[Task to complete] Retype the records below from their first line through the line containing "# Chow (1959) Table", and include nothing else.

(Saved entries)
##############################

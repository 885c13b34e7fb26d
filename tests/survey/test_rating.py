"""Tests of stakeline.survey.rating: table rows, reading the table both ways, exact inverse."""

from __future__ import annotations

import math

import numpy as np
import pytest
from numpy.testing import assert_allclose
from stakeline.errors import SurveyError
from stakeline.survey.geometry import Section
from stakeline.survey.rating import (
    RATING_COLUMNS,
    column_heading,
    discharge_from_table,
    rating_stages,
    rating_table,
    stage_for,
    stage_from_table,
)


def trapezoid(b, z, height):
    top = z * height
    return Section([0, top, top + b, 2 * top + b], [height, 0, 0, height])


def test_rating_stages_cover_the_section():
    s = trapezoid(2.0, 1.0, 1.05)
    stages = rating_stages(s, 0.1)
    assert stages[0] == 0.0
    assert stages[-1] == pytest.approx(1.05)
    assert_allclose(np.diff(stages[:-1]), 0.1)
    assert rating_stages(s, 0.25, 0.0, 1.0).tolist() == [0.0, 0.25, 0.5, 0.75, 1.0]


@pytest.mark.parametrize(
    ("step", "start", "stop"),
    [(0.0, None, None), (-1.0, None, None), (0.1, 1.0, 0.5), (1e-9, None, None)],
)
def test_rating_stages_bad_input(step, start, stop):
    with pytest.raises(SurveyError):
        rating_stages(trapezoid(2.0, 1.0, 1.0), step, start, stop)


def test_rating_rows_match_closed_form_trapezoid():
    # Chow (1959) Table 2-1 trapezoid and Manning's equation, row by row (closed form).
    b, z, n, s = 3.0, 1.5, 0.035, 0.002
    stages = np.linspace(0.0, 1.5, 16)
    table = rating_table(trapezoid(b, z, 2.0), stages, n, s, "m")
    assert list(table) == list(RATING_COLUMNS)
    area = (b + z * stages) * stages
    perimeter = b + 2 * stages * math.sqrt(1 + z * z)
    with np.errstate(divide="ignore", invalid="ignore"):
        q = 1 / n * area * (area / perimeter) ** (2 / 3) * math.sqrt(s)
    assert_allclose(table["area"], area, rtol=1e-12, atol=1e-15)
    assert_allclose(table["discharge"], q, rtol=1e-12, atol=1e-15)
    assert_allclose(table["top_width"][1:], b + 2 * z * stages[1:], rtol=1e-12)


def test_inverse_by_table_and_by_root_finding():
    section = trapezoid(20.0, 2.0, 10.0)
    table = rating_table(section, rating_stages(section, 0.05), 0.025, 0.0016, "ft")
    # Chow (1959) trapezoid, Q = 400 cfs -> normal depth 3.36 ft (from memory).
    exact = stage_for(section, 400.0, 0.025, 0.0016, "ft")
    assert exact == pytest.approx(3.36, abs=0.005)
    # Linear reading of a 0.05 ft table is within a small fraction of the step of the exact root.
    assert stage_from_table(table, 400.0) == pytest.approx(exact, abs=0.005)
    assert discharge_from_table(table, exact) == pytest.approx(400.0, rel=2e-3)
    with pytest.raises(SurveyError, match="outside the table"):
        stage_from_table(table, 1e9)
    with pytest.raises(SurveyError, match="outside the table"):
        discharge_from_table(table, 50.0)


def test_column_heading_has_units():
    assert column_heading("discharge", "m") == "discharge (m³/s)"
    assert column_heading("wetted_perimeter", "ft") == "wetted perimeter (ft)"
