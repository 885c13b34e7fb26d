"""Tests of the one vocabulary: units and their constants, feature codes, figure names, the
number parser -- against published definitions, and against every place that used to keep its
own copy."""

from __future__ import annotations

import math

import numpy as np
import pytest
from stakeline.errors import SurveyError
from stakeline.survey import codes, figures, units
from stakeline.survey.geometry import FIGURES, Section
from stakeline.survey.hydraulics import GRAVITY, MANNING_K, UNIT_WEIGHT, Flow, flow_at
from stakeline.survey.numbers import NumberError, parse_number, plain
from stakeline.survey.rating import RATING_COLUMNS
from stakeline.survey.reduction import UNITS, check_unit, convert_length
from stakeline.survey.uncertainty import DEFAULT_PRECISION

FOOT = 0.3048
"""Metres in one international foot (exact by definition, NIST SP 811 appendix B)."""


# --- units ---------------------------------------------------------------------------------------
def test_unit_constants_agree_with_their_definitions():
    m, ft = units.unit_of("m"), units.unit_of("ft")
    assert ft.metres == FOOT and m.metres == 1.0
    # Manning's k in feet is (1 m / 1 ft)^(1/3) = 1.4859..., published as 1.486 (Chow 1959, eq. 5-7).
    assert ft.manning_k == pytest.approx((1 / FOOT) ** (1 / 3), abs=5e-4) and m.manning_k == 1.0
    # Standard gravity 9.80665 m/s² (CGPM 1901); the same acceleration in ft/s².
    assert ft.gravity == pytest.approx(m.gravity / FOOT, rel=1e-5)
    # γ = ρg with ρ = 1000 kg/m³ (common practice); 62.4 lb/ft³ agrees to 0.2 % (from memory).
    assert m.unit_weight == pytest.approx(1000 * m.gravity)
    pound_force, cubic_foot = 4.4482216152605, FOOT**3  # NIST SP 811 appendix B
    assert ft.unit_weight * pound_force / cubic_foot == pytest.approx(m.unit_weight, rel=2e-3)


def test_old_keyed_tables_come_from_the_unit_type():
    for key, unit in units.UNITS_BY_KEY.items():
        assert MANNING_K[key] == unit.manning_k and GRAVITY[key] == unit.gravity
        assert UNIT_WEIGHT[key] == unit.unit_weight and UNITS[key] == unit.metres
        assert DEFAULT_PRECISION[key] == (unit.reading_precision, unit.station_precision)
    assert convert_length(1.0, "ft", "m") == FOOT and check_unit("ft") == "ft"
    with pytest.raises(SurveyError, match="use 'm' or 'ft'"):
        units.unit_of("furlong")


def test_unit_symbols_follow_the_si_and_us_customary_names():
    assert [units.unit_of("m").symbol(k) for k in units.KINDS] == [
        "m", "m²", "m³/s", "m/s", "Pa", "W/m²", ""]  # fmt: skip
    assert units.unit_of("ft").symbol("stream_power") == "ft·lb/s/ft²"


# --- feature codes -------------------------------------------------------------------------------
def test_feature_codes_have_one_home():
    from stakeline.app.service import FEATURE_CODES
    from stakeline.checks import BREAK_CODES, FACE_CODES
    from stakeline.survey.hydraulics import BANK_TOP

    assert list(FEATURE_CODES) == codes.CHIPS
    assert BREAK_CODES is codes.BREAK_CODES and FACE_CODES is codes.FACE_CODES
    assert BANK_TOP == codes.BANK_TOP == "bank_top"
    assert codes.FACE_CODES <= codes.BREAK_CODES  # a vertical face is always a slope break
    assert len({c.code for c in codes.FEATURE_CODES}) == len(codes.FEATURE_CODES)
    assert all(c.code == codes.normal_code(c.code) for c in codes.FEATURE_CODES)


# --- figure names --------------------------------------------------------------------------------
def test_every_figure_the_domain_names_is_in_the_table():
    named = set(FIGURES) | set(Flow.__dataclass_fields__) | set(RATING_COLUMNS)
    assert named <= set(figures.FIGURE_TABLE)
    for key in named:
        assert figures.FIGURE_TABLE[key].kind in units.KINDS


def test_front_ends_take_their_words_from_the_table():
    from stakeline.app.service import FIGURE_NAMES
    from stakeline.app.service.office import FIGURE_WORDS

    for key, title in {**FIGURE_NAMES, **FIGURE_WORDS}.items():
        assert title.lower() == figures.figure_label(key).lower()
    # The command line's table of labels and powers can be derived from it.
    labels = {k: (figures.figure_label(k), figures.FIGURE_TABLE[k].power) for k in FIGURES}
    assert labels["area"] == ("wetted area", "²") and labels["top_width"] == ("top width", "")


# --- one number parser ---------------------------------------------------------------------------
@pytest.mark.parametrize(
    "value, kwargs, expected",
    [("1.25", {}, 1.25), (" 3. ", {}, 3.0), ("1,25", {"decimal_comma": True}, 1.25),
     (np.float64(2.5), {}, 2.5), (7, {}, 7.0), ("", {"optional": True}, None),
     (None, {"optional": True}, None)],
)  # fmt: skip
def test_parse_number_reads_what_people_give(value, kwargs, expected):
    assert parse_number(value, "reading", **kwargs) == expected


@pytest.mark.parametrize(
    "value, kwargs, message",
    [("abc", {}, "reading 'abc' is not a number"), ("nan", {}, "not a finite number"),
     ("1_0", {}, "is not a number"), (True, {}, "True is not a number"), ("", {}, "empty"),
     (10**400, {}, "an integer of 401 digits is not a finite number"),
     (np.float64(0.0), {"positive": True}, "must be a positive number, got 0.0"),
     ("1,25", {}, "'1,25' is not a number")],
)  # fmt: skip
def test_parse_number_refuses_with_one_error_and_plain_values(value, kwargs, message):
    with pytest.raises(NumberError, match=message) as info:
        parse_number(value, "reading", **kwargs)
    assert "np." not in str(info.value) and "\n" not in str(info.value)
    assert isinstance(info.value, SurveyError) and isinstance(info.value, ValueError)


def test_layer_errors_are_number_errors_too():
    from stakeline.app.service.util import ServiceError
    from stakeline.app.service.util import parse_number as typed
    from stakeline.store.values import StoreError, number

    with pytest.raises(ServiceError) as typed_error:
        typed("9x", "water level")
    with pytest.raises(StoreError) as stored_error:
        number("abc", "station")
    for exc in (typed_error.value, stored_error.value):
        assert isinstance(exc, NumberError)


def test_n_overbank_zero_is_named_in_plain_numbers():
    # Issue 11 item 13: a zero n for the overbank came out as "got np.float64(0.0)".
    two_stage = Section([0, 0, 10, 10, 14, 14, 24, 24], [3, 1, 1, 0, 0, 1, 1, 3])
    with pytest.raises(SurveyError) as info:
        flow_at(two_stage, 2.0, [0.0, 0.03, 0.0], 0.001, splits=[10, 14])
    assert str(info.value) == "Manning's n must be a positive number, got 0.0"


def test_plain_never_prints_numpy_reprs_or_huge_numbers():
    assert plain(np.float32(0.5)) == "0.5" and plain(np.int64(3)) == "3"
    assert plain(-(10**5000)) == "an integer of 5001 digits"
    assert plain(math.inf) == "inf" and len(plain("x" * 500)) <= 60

##############################

[Result below]
repository 885c13b34e7fb26d
filename tests/survey/test_rating.py
"""Tests of stakeline.survey.rating: table rows, reading the table both ways, exact inverse."""

from __future__ import annotations

import math

import numpy as np
import pytest
from numpy.testing import assert_allclose
from stakeline.errors import SurveyError
from stakeline.survey.geometry import Section
from stakeline.survey.rating import (
    RATING_COLUMNS,
    column_heading,
    discharge_from_table,
    rating_stages,
    rating_table,
    stage_for,
    stage_from_table,
)


def trapezoid(b, z, height):
    top = z * height
    return Section([0, top, top + b, 2 * top + b], [height, 0, 0, height])


def test_rating_stages_cover_the_section():
    s = trapezoid(2.0, 1.0, 1.05)
    stages = rating_stages(s, 0.1)
    assert stages[0] == 0.0
    assert stages[-1] == pytest.approx(1.05)
    assert_allclose(np.diff(stages[:-1]), 0.1)
    assert rating_stages(s, 0.25, 0.0, 1.0).tolist() == [0.0, 0.25, 0.5, 0.75, 1.0]


@pytest.mark.parametrize(
    ("step", "start", "stop"),
    [(0.0, None, None), (-1.0, None, None), (0.1, 1.0, 0.5), (1e-9, None, None)],
)
def test_rating_stages_bad_input(step, start, stop):
    with pytest.raises(SurveyError):
        rating_stages(trapezoid(2.0, 1.0, 1.0), step, start, stop)


def test_rating_rows_match_closed_form_trapezoid():
    # Chow (1959) Table 2-1 trapezoid and Manning's equation, row by row (closed form).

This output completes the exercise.